“朕明白将军的一番苦心,朕答应将军了。”
文秉霖听到霁月的允诺,眉头舒展了些,他站起身来郑重跪拜道:“臣谢过陛下。”
霁月站起身将文秉霖扶了起来。
“今日之后,朕的后方就交给文将军你了。”
文秉霖离开后,霁月以“探讨南安城中风靡一时的话本子”为由,将兰亭召到了上书房。
还好霁月那日按照兰亭所说,没有将兰亭升到那些惹人眼的职位上去,舒明远便对兰亭也不是那么警惕,毕竟一个小小的监察御史,翻不出什么大的水花来。

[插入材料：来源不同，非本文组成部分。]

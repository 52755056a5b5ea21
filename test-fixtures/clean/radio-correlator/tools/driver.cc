// Runs the correlator chain once on a synthetic observation: unpack -> delay -> power -> dump.
// (The channeliser between delay and power is out of scope: each run of nchan delayed samples
// stands in for one spectrum.) Then moves the accumulator between owners and shares the flagger,
// so Valgrind sees every handle freed exactly once. Exit status 0 when the numbers add up.
#include <complex>
#include <cstdint>
#include <cstdio>
#include <utility>
#include <vector>
#include "../blocks/blocks.h"

extern "C" int xc_window_selftest(void);

int main() {
    const size_t nchan = 8;
    const size_t nspec = 4;
    const size_t n = nspec * nchan;

    std::vector<int16_t> iq(2 * n); // n samples of interleaved I/Q
    for (size_t i = 0; i < n; i++) {
        const int16_t v = i % nchan == 3 ? 24000 : 300;
        iq[2 * i] = v;
        iq[2 * i + 1] = static_cast<int16_t>(-v);
    }
    std::vector<std::complex<float>> volts(n);
    std::vector<std::complex<float>> delayed(n);
    std::vector<float> power(n); // nspec items of nchan floats

    std::unique_ptr<stream_block> unpack = make_unpack_block(0.0f, 0.0f);
    std::unique_ptr<stream_block> delay = make_delay_block(nchan, {1.0f}); // one spectrum late
    std::unique_ptr<stream_block> pw = make_power_block(nchan, 2.0f);
    std::unique_ptr<stream_block> dump = make_dump_block(nchan, 0.5f);

    const void *in0[] = {iq.data()};
    void *out0[] = {volts.data()};
    const void *in1[] = {volts.data()};
    void *out1[] = {delayed.data()};
    const void *in2[] = {delayed.data()};
    void *out2[] = {power.data()};
    const void *in3[] = {power.data()};

    bool ok = unpack->work(static_cast<int>(n), in0, out0) == static_cast<int>(n);
    ok = ok && delay->work(static_cast<int>(n), in1, out1) == static_cast<int>(n);
    ok = ok && pw->work(static_cast<int>(nspec), in2, out2) == static_cast<int>(nspec);
    ok = ok && dump->work(static_cast<int>(nspec), in3, nullptr) == static_cast<int>(nspec);

    // the accumulator changes owners three times; only the last one frees it
    accumulator a = take_accumulator(*pw);
    accumulator b(std::move(a));
    accumulator c(nchan);
    c = std::move(b);
    ok = ok && !a && !b && c && c.count() == nspec && c.nchan() == nchan;
    const std::vector<float> avg = c.average();

    const size_t flagged = flagged_channels(*dump);
    const uint32_t sum = dump_checksum(*dump);
    const int window_ok = xc_window_selftest();
    xc_flagger_free(nullptr); // a release of NULL is a no-op, as for free() and delete
    xc_accum_free(nullptr);
    std::printf("avg[3] %.4f avg[0] %.7f flagged %zu checksum %08x window %d\n", avg.at(3), avg.at(0), flagged,
                static_cast<unsigned>(sum), window_ok);
    return ok && flagged == 1 && window_ok == 1 ? 0 : 3;
}
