/** `Box::<T>::from_raw` → { head: "Box", name: "from_raw", turbofish: "T" } */
function pathParts(fnNode: Node): { head: string; name: string; turbofish?: string } | undefined {
  if (fnNode.type === "generic_function") {
    const inner = fnNode.childForFieldName("function");
    const ta = fnNode.childForFieldName("type_arguments")?.namedChild(0)?.text;
    const p = inner ? pathParts(inner) : undefined;
    return p ? { ...p, turbofish: p.turbofish ?? ta } : undefined;
  }
  if (fnNode.type !== "scoped_identifier") return undefined;
  const name = fnNode.childForFieldName("name")?.text ?? "";
  const path = fnNode.childForFieldName("path");
  if (!path) return { head: "", name };
  if (path.type === "generic_type") {
    const head = lastSeg(path.childForFieldName("type")?.text ?? "");
    const ta = path.childForFieldName("type_arguments")?.namedChild(0)?.text;
    return { head, name, turbofish: ta };
  }
  return { head: lastSeg(path.text), name };
}

/** Integer literal value (`1`, `2usize`, `0x10`), or undefined. */
function intLit(n: Node | null | undefined): number | undefined {
  if (n?.type !== "integer_literal") return undefined;
  const v = Number(n.text.replace(/_/g, "").replace(/(usize|isize|u\d+|i\d+)$/, ""));
  return Number.isSafeInteger(v) ? v : undefined;
}

function unparen(n: Node | null | undefined): Node | null | undefined {
  while (n?.type === "parenthesized_expression") n = n.namedChild(0);
  return n;
}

自打那日两人在月下吻了彼此,霁月近日来总是处于一种“别扭”状态。
也是,十六年来头一次,害羞些也说道过去。
兰亭倒是年长他几岁,面儿上还能端得住,但那晚他却实打实吃了一惊,他没想到霁月一下子能和他亲近到这种程度。
霁月将同文秉霖之间的所言所语全部给兰亭讲了一遍,后者听完全部,并不感到意外。
“文将军也是用情至深的人呐。”兰亭总结道。
“不知朕这样做的可对?”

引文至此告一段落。